MATERIAL PROVIDED Start Marker

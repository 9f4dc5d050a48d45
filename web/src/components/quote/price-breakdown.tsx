import Box from '@mui/material/Box';
import Paper from '@mui/material/Paper';
import Table from '@mui/material/Table';
import TableBody from '@mui/material/TableBody';
import TableCell from '@mui/material/TableCell';
import TableFooter from '@mui/material/TableFooter';
import TableHead from '@mui/material/TableHead';
import TableRow from '@mui/material/TableRow';
import Typography from '@mui/material/Typography';
import { visuallyHidden } from '@/components/ui/visually-hidden';
import { formatCalendarDate } from '@/lib/format';
import { formatCents } from '@/lib/money';
import type { PackagePrice, PricedLine } from '@/types/api';

function quantityText(line: PricedLine): string {
  if (line.kind === 'labour' && line.labourMinutes !== undefined) {
    const hours = line.labourMinutes / 60;
    return `${Number.isInteger(hours) ? hours : hours.toFixed(2).replace(/0$/, '')} h`;
  }
  if (line.kind === 'bundle-discount' && line.percent !== undefined) return `${line.percent} %`;
  // The workshop's own discount is an amount, not a count.
  if (line.kind === 'workshop-discount') return '';
  return line.quantity !== undefined ? String(line.quantity) : '';
}

function depositNote(price: PackagePrice): string {
  const { deposit } = price;
  const base =
    deposit.basis === 'percentage'
      ? `${deposit.percentApplied} % of the total`
      : deposit.basis === 'floor'
        ? 'the smallest deposit the workshop takes'
        : deposit.basis === 'cap'
          ? 'the largest deposit the workshop asks'
          : 'the whole total';
  return deposit.specialOrder ? `${base}, as some parts are ordered in for you` : base;
}

interface Props {
  price: PackagePrice;
  /** "YYYY-MM-DD": the last day the prices hold. */
  validUntilDate?: string;
  /** Names the table for assistive technology. */
  caption?: string;
}

/** Every priced line, then subtotal, GST, total, deposit and balance, with the rounding note. */
export function PriceBreakdown({ price, validUntilDate, caption = 'Price, line by line' }: Props) {
  const money = { textAlign: 'right', whiteSpace: 'nowrap', fontVariantNumeric: 'tabular-nums' };
  return (
    <Box>
      <Paper variant="outlined" sx={{ overflowX: 'auto', borderRadius: 2 }}>
        <Table size="small" sx={{ '& td, & th': { px: { xs: 1, sm: 2 } } }}>
          <Box component="caption" sx={visuallyHidden}>
            {caption}
          </Box>
          <TableHead>
            <TableRow>
              <TableCell scope="col">Item</TableCell>
              <TableCell scope="col" sx={{ textAlign: 'right' }}>
                Qty
              </TableCell>
              <TableCell scope="col" sx={{ textAlign: 'right' }}>
                Amount
              </TableCell>
            </TableRow>
          </TableHead>
          <TableBody>
            {price.lines.map((line, index) => (
              <TableRow key={`${line.kind}-${line.productId ?? ''}-${index}`}>
                <TableCell sx={{ pl: line.kind === 'labour' ? { xs: 2, sm: 4 } : undefined }}>
                  {line.description}
                  {line.specialOrder && (
                    <Typography component="span" variant="body2" color="text.secondary">
                      {' '}
                      (ordered in, about {line.leadDays} days)
                    </Typography>
                  )}
                </TableCell>
                <TableCell sx={money}>{quantityText(line)}</TableCell>
                <TableCell
                  sx={{
                    ...money,
                    ...(line.kind === 'workshop-discount' || line.kind === 'bundle-discount'
                      ? { color: 'success.dark', fontWeight: 500 }
                      : {}),
                  }}
                >
                  {formatCents(line.amountCents)}
                </TableCell>
              </TableRow>
            ))}
          </TableBody>
          <TableFooter
            sx={{ '& td, & th': { color: 'text.primary', fontSize: '0.95rem', borderBottom: 0 } }}
          >
            <TableRow sx={{ '& > *': { borderTop: 2, borderColor: 'divider' } }}>
              <TableCell component="th" scope="row" colSpan={2}>
                Subtotal
              </TableCell>
              <TableCell sx={money}>{formatCents(price.subtotalCents)}</TableCell>
            </TableRow>
            <TableRow>
              <TableCell component="th" scope="row" colSpan={2}>
                {price.pricesIncludeTax
                  ? `Includes GST (${price.taxRatePercent} %)`
                  : `GST added (${price.taxRatePercent} %)`}
              </TableCell>
              <TableCell sx={money}>{formatCents(price.taxCents)}</TableCell>
            </TableRow>
            <TableRow>
              <TableCell component="th" scope="row" colSpan={2} sx={{ fontWeight: 700 }}>
                Total
              </TableCell>
              <TableCell sx={{ ...money, fontWeight: 700, fontSize: '1.05rem' }}>
                {formatCents(price.totalCents)}
              </TableCell>
            </TableRow>
            <TableRow>
              <TableCell component="th" scope="row" colSpan={2}>
                Deposit
                <Typography component="span" variant="body2" color="text.secondary">
                  {' '}
                  ({depositNote(price)})
                </Typography>
              </TableCell>
              <TableCell sx={money}>{formatCents(price.depositCents)}</TableCell>
            </TableRow>
            <TableRow>
              <TableCell component="th" scope="row" colSpan={2}>
                Balance due on the day
              </TableCell>
              <TableCell sx={money}>{formatCents(price.balanceDueCents)}</TableCell>
            </TableRow>
          </TableFooter>
        </Table>
      </Paper>
      <Box sx={{ mt: 1.5, display: 'grid', gap: 0.5 }}>
        {validUntilDate && (
          <Typography variant="body2">
            Prices hold until <strong>{formatCalendarDate(validUntilDate)}</strong>.
          </Typography>
        )}
        <Typography variant="body2" color="text.secondary">
          {price.roundingNote}
        </Typography>
      </Box>
    </Box>
  );
}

MATERIAL PROVIDED End Marker

- [WORK INSTRUCTIONS] When a line among the entries above contains "caption", copy it.

- [RESPONSE TO THIS EXERCISE]
  caption?: string;
export function PriceBreakdown({ price, validUntilDate, caption = 'Price, line by line' }: Props) {
          <Box component="caption" sx={visuallyHidden}>
            {caption}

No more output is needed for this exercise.